Second Dates Are For Losers: Part 2
A month after the first and only date, I saw her again. I was standing in line at CVS with a bag of Bugles and a Red Bull. I was weary, having just attended a funeral. She was in the "ask a pharmacist" line. Looking straight ahead, I kept her in my field of vision. She wore sweatpants and open-toe sandals, Birkenstocks. After I checked out, I walked past her.
"Hi Ali, are you still waiting for the pharmacist?"
She turned around. Not smiling, she said, "Oh Ryan, hi."
"Are you wishing I didn't stop to say hi?" I said.
She shrugged. "No, I'm glad you did. Why would you think that?"
"The expression on your face seemed flat and annoyed."
"I get that a lot. My face doesn't smile all day. Know what I mean?"
"Hi, can I help you?" The pharmacist appeared at the counter. She asked me to wait. I took a seat, sat up straight and stared straight ahead, trying to think of something to say to her. Typed it into Claude for ideas.
She rattled a pill bottle next to my ear.
"Oh hey," I said. I came to my feet and we walked to the end of the vitamins aisle. "Are you sick?"
"No," she said. "I just needed to talk to the pharmacist about Halloween."
"What does that mean? I don't understand."
"The pharmacist is my brother-in-law. He and my sister are having a party."
"Sounds scary."
"What? A Halloween party?"
"Parties in general," I said. "Especially house parties. There's no place to blend in.

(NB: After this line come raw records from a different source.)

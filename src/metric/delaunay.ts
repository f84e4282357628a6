/**
 * Intrinsic Delaunay triangulation by edge flips (Bobenko & Springborn,
 * Discrete Comput. Geom. 38, 2007; Fisher et al., Computing 81, 2007).
 *
 * The vertex set and the piecewise-flat metric stay the same; only the
 * triangulation of that metric changes. An interior edge is Delaunay when the
 * angles α, β opposite it satisfy cot α + cot β ≥ 0 (equivalently α + β ≤ π),
 * which makes every cotan weight non-negative and the Laplacian an M-matrix.
 * Flipping a non-Delaunay edge replaces the diagonal ab of the quad acbd by cd:
 * ```
 *          c                        c
 *         / \                      /|\
 *     hp /   \ hn             nh  / | \  pt
 *       /  h  \                  /  |  \
 *      a ─────> b     ──▶       a  h↑t↓ b
 *       \ <──── /                \  |  /
 *     tn \  t  / tp           ph  \ | /  nt
 *         \   /                    \|/
 *          d                        d
 * ```
 * Half-edge slots stay in place: h becomes d→c inside face (a, d, c) with
 * next(h) = c→a and prev(h) = a→d; t becomes c→d inside face (b, c, d) with
 * next(t) = d→b and prev(t) = b→c. The new length |cd| comes from unfolding
 * the two triangles into the plane on either side of ab.
 *
 * The flip algorithm terminates (Bobenko & Springborn); a cap on the number
 * of flips guards against rounding loops all the same, and flips that would
 * create a loop edge or a face without area are skipped.
 */
import type { Topology } from '../mesh/topology.js';
import type { IntrinsicMesh } from './intrinsic.js';
import { next, prev } from '../mesh/topology.js';
import { triangleArea, unfoldedDiagonal, cotOpposite, faceCotans } from './triangle.js';
import { FlipQuad, type FlipArrays } from '../mesh/edge-flip.js';

/** Options of {@link intrinsicDelaunay}. */
export interface DelaunayOptions {
  /** An edge counts as Delaunay when cot α + cot β ≥ −tolerance (default 1e-9). */
  tolerance?: number;
  /** Stop after this many flips (default 20·E + 1000). */
  maxFlips?: number;
}

/** Result of {@link intrinsicDelaunay}. */
export interface DelaunayResult {
  /** The flipped mesh: a new topology over the same vertices, with new edge lengths. */
  mesh: IntrinsicMesh;
  /** Number of flips made. */
  flips: number;
  /** Non-Delaunay edges left unflipped because the flip was degenerate. */
  skipped: number;
  /** True when the flip cap stopped the loop early. */
  capped: boolean;
}

/**
 * cot α + cot β of the angles opposite interior half-edge h and its twin
 * (Infinity on the boundary). Cotangents follow the library's one rule
 * (triangle.ts's {@link cotOpposite}: 0 for a face without area, unbounded
 * otherwise, so the test is exact on needles too).
 */
export function edgeCotanSum(t: Topology, L: Float64Array, h: number): number {
  const o = t.twin[h]!;
  if (o < 0) return Infinity;
  return oppositeCot(t, L, h) + oppositeCot(t, L, o);
}

/** cot of the angle opposite half-edge h in its face. */
function oppositeCot(t: FlipArrays, L: Float64Array, h: number): number {
  return cotOpposite(L[t.edgeOf[h]!]!, L[t.edgeOf[next(h)]!]!, L[t.edgeOf[prev(h)]!]!);
}

/**
 * Flips the interior edges of a copy of `m` until every one is Delaunay (up
 * to the tolerance). The input is not modified. Vertex ids are unchanged, so
 * per-vertex results on the output map to the input directly; edge and face
 * ids are kept but their meaning changes where flips happened (flipped faces
 * get `faceOrigin = -1`).
 */
export function intrinsicDelaunay(m: IntrinsicMesh, options: DelaunayOptions = {}): DelaunayResult {
  const src = m.topology;
  const tol = options.tolerance ?? 1e-9;
  const maxFlips = options.maxFlips ?? 20 * src.ne + 1000;
  const t: Topology = {
    nv: src.nv, nf: src.nf, ne: src.ne, tri: src.tri.slice(), twin: src.twin.slice(), edgeOf: src.edgeOf.slice(),
    edgeHalfedge: src.edgeHalfedge.slice(), vertexHalfedge: src.vertexHalfedge.slice(),
    vertexOrigin: src.vertexOrigin.slice(), faceOrigin: src.faceOrigin.slice(),
  };
  const L = m.edgeLength.slice();
  const r = flipToDelaunay(t, L, null, tol, maxFlips);
  return { mesh: { topology: t, edgeLength: L }, ...r };
}

/** The arrays {@link flipToDelaunay} rewrites in place: a Topology's, or a refinement's growing ones (refine.ts). */
export interface FlipMesh extends FlipArrays {
  readonly vertexHalfedge: Int32Array;
  readonly faceOrigin: Int32Array;
  readonly nf: number;
  readonly ne: number;
}

/**
 * The flip loop of {@link intrinsicDelaunay}, in place on `t` and `L`: a FIFO
 * queue of edges, each in it at most once; a non-Delaunay interior edge is
 * flipped and the four sides of its quad are queued again. `seeds` null
 * queues every edge (and keeps the cotangents per face, one area for three);
 * a list queues only those edges, for a triangulation that was Delaunay
 * except around them (after a few vertex insertions, the edges of the faces
 * they touched): the untouched edges keep both their faces, so they stay
 * Delaunay, and the flips restore the rest (Lawson's flip algorithm; the
 * intrinsic form: Bobenko & Springborn 2007).
 */
export function flipToDelaunay(t: FlipMesh, L: Float64Array, seeds: ArrayLike<number> | null, tol: number, maxFlips: number): { flips: number; skipped: number; capped: boolean } {
  const { twin, edgeOf, edgeHalfedge } = t;
  // cot[h]: cotangent of the angle opposite half-edge h, kept per face (the same values as
  // edgeCotanSum's, bit for bit), so the test of an edge is one addition; seeded runs test directly
  const cot = seeds === null ? new Float64Array(3 * t.nf) : null;
  if (cot !== null) for (let f = 0; f < t.nf; f++) cacheFace(t, L, cot, f);
  const ne = t.ne;
  const cap = Math.max(1, ne);
  const ring = new Int32Array(cap);
  const queued = new Uint8Array(ne);
  let head = 0, size = 0;
  const push = (e: number): void => {
    if (queued[e] || twin[edgeHalfedge[e]!]! < 0) return;
    queued[e] = 1;
    const at = head + size;
    ring[at < cap ? at : at - cap] = e;
    size++;
  };
  if (seeds === null) for (let e = 0; e < ne; e++) push(e);
  else for (let k = 0; k < seeds.length; k++) push(seeds[k]!);

  let flips = 0, skipped = 0, capped = false;
  const quad = new FlipQuad();
  while (size > 0) {
    const e = ring[head]!;
    head = head + 1 < cap ? head + 1 : 0;
    size--;
    queued[e] = 0;
    const h = edgeHalfedge[e]!, o = twin[h]!;
    if (o < 0 || (cot !== null ? cot[h]! + cot[o]! : oppositeCot(t, L, h) + oppositeCot(t, L, o)) >= -tol) continue;
    if (flips >= maxFlips) { capped = true; break; }
    if (!flip(t, L, h, quad)) { skipped++; continue; }
    if (cot !== null) {
      cacheFace(t, L, cot, (h / 3) | 0);
      cacheFace(t, L, cot, (o / 3) | 0);
    }
    flips++;
    push(edgeOf[next(h)]!); push(edgeOf[prev(h)]!);
    push(edgeOf[next(o)]!); push(edgeOf[prev(o)]!);
  }
  return { flips, skipped, capped };
}

/**
 * Writes the cotangents opposite face f's three half-edges to cot[3f …]
 * (triangle.ts's faceCotans: the values of cotOpposite, one area for three).
 */
function cacheFace(t: FlipArrays, L: Float64Array, cot: Float64Array, f: number): void {
  const h = 3 * f, eo = t.edgeOf;
  // slots h, h + 1, h + 2 are h, next(h), prev(h)
  faceCotans(L[eo[h]!]!, L[eo[h + 1]!]!, L[eo[h + 2]!]!, cot, h);
}

/**
 * Flips interior half-edge h in place (see the module sketch; the
 * combinatorics are mesh/edge-flip.ts's). Returns false, changing nothing,
 * when the flip is degenerate: the twin lies in the same face, the new edge
 * would be a loop, an outer side is glued onto the quad, or a new face would
 * have no area.
 */
function flip(t: FlipMesh, L: Float64Array, h: number, q: FlipQuad): boolean {
  if (!q.read(t, h)) return false;
  const { edgeOf } = t;
  const lab = L[edgeOf[h]!]!, lbc = L[edgeOf[q.hn]!]!, lca = L[edgeOf[q.hp]!]!;
  const lad = L[edgeOf[q.on]!]!, ldb = L[edgeOf[q.op]!]!;
  const lcd = unfoldedDiagonal(lab, lbc, lca, lad, ldb);
  if (!(lcd > 0)) return false;
  if (!(triangleArea(lcd, lca, lad) > 0 && triangleArea(lcd, ldb, lbc) > 0)) return false;
  q.rewire(t, t.vertexHalfedge);
  L[edgeOf[h]!] = lcd;
  t.faceOrigin[(h / 3) | 0] = -1;
  t.faceOrigin[(q.o / 3) | 0] = -1;
  return true;
}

Unless my costume was a wall."
Her expression seemed flat and annoyed.
"Did I say that out loud?" I said.
She checked her phone.
"What was that?"
"I said if my costume was a wall, I could blend in at a Halloween party."

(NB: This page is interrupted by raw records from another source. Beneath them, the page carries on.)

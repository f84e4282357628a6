/**
 * Intrinsic refinement by edge bisection: inserts vertices at the midpoints
 * of long interior edges of an intrinsic triangulation, so that a few huge
 * faces (a terrain's sides given as long fans, a big flat cap) no longer
 * dominate the lumped mass and the cotan couplings of the heat method.
 *
 * This follows the idea of intrinsic Delaunay refinement (Sharp, Soliman &
 * Crane, "Navigating intrinsic triangulations", ACM TOG 38(4), 2019: add
 * vertices to the intrinsic triangulation, the surface and its metric being
 * unchanged), with the simplest insertion point: the midpoint of an edge,
 * which lies on both of its faces, so no point location across faces is
 * needed. Splitting edge ab of faces (a, b, c) and (b, a, d) at m:
 * ```
 *          c                      c
 *         / \                    /|\
 *        /   \                  / | \
 *       a ───── b     ──▶      a──m──b       |mc| = ½ √(2|ca|² + 2|cb|² − |ab|²)
 *        \   /                  \ | /        (the median, from the face's own lengths)
 *         \ /                    \|/
 *          d                      d
 * ```
 * Longest edges are split first (longest-edge bisection, Rivara, Int. J.
 * Numer. Meth. Eng. 20, 1984, keeps the angles bounded away from 0). Boundary
 * edges are not split, so boundary loops (curve sources) keep their vertices.
 * New vertices get ids after the input's, so per-vertex results of the input
 * are the first `nv` entries. The caller runs the Delaunay flips afterwards.
 */
import type { Topology } from '../mesh/topology.js';
import type { IntrinsicMesh } from './intrinsic.js';
import { next, prev } from '../mesh/topology.js';
import { triangleArea } from './triangle.js';

/** Edge length of an equilateral mesh with the same total area and face count: √(4A / (√3·F)). */
export function equilateralEdge(m: IntrinsicMesh): number {
  const { topology: t, edgeLength: L } = m;
  let A = 0;
  for (let f = 0; f < t.nf; f++) A += triangleArea(L[t.edgeOf[3 * f]!]!, L[t.edgeOf[3 * f + 1]!]!, L[t.edgeOf[3 * f + 2]!]!);
  return Math.sqrt((4 * A) / (Math.sqrt(3) * Math.max(1, t.nf)));
}

/** Result of {@link refineLongEdges}. */
export interface RefineResult {
  /** The refined mesh (the input object itself when nothing was split). */
  mesh: IntrinsicMesh;
  /** Vertices inserted. */
  inserted: number;
  /** True when the vertex cap stopped the refinement before every edge was short enough. */
  capped: boolean;
}

/**
 * Splits interior edges longer than `maxLength` at their midpoints, longest
 * first, until none is left or `maxInserted` vertices were added. The input
 * is not modified.
 */
export function refineLongEdges(m: IntrinsicMesh, maxLength: number, maxInserted: number): RefineResult {
  const src = m.topology;
  let any = false;
  for (let e = 0; e < src.ne && !any; e++) any = m.edgeLength[e]! > maxLength && src.twin[src.edgeHalfedge[e]!]! >= 0;
  if (!any || maxInserted < 1) return { mesh: m, inserted: 0, capped: any };
  const tri = Array.from(src.tri), twin = Array.from(src.twin), edgeOf = Array.from(src.edgeOf);
  const eh = Array.from(src.edgeHalfedge), vh = Array.from(src.vertexHalfedge);
  const vo = Array.from(src.vertexOrigin), fo = Array.from(src.faceOrigin);
  const L = Array.from(m.edgeLength);
  let nv = src.nv, nf = src.nf;
  // max-heap of (length, edge) by a sorted work list, re-sorted per round (rounds halve the lengths)
  let inserted = 0, capped = false;
  for (let round = 0; round < 64; round++) {
    const long: number[] = [];
    for (let e = 0; e < L.length; e++) if (L[e]! > maxLength && twin[eh[e]!]! >= 0) long.push(e);
    if (long.length === 0) break;
    long.sort((x, y) => L[y]! - L[x]!);
    for (const e of long) {
      if (!(L[e]! > maxLength)) continue;
      if (inserted >= maxInserted) { capped = true; break; }
      const h = eh[e]!, o = twin[h]!;
      if (o < 0 || ((h / 3) | 0) === ((o / 3) | 0)) continue;
      const hn = next(h), hp = prev(h), on = next(o), op = prev(o);
      const a = tri[h]!, b = tri[hn]!, c = tri[hp]!, d = tri[op]!;
      const l = L[e]!, lbc = L[edgeOf[hn]!]!, lca = L[edgeOf[hp]!]!, lad = L[edgeOf[on]!]!, ldb = L[edgeOf[op]!]!;
      const mc = 0.5 * Math.sqrt(Math.max(0, 2 * lca * lca + 2 * lbc * lbc - l * l));
      const md = 0.5 * Math.sqrt(Math.max(0, 2 * lad * lad + 2 * ldb * ldb - l * l));
      if (!(mc > 0 && md > 0)) continue;
      const mv = nv++;
      const f2 = nf++, f3 = nf++;
      const eMB = L.length, eMC = eMB + 1, eMD = eMB + 2;
      L[e] = 0.5 * l; L.push(0.5 * l, mc, md);
      const s2 = 3 * f2, s3 = 3 * f3;
      // f2 = (m, b, c): m→b, b→c (old hn), c→m
      tri.push(mv, b, c, mv, a, d);
      twin.push(o, twin[hn]!, hn, h, twin[on]!, on);
      edgeOf.push(eMB, edgeOf[hn]!, eMC, e, edgeOf[on]!, eMD);
      fo.push(-1, -1);
      // moved sides keep their edges and outside twins
      const moveSide = (from: number, to: number): void => {
        const tw = twin[from]!, ed = edgeOf[from]!;
        if (tw >= 0) twin[tw] = to;
        if (eh[ed] === from) eh[ed] = to;
        const v = tri[from]!;
        if (vh[v] === from) vh[v] = to;
      };
      moveSide(hn, s2 + 1);
      moveSide(on, s3 + 1);
      // f0 = (a, m, c): h = a→m, hn = m→c, hp = c→a
      tri[hn] = mv; twin[hn] = s2 + 2; edgeOf[hn] = eMC; twin[h] = s3;
      // f1 = (b, m, d): o = b→m, on = m→d, op = d→b
      tri[on] = mv; twin[on] = s3 + 2; edgeOf[on] = eMD; twin[o] = s2; edgeOf[o] = eMB;
      eh[e] = h; eh.push(s2, hn, on);
      vh.push(s2); vo.push(-1);
      fo[(h / 3) | 0] = -1;
      fo[(o / 3) | 0] = -1;
      inserted++;
    }
    if (capped) break;
  }
  if (inserted === 0) return { mesh: m, inserted: 0, capped };
  const t: Topology = {
    nv, nf, ne: L.length,
    tri: Uint32Array.from(tri), twin: Int32Array.from(twin), edgeOf: Int32Array.from(edgeOf),
    edgeHalfedge: Int32Array.from(eh), vertexHalfedge: Int32Array.from(vh),
    vertexOrigin: Int32Array.from(vo), faceOrigin: Int32Array.from(fo),
  };
  return { mesh: { topology: t, edgeLength: Float64Array.from(L) }, inserted, capped };
}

"What are you doing right now?"
It was Saturday, 4:00 PM. I was looking forward to going home and alone time.
"Nothing in particular," I said. "I just got back from a funeral, so I'm a little off."
She looked me up and down.
"You went to a funeral in sweatpants?" she said.
"Yes."
"Anyway, I just got a text from the garage. My car is ready. I walked here, but if you don't mind..."
In the five minutes we were in my car, she filled the silences with immediate observations. What shoes her brother-in-law was wearing and how she didn't like his fashion taste, but she liked him. How the cashier at CVS kept blinking her eyes rapidly, and was it coincidental, accidental, or incidental that we saw one another again.
"Okay, slow down," she said. "The garage is on the right."
When I stopped and put the car in park, she touched my hand then said, "Thank you for the ride. Your comment about being a wall is funny. Not bent-over funny, but clever funny." She got out of the car and walked into the garage.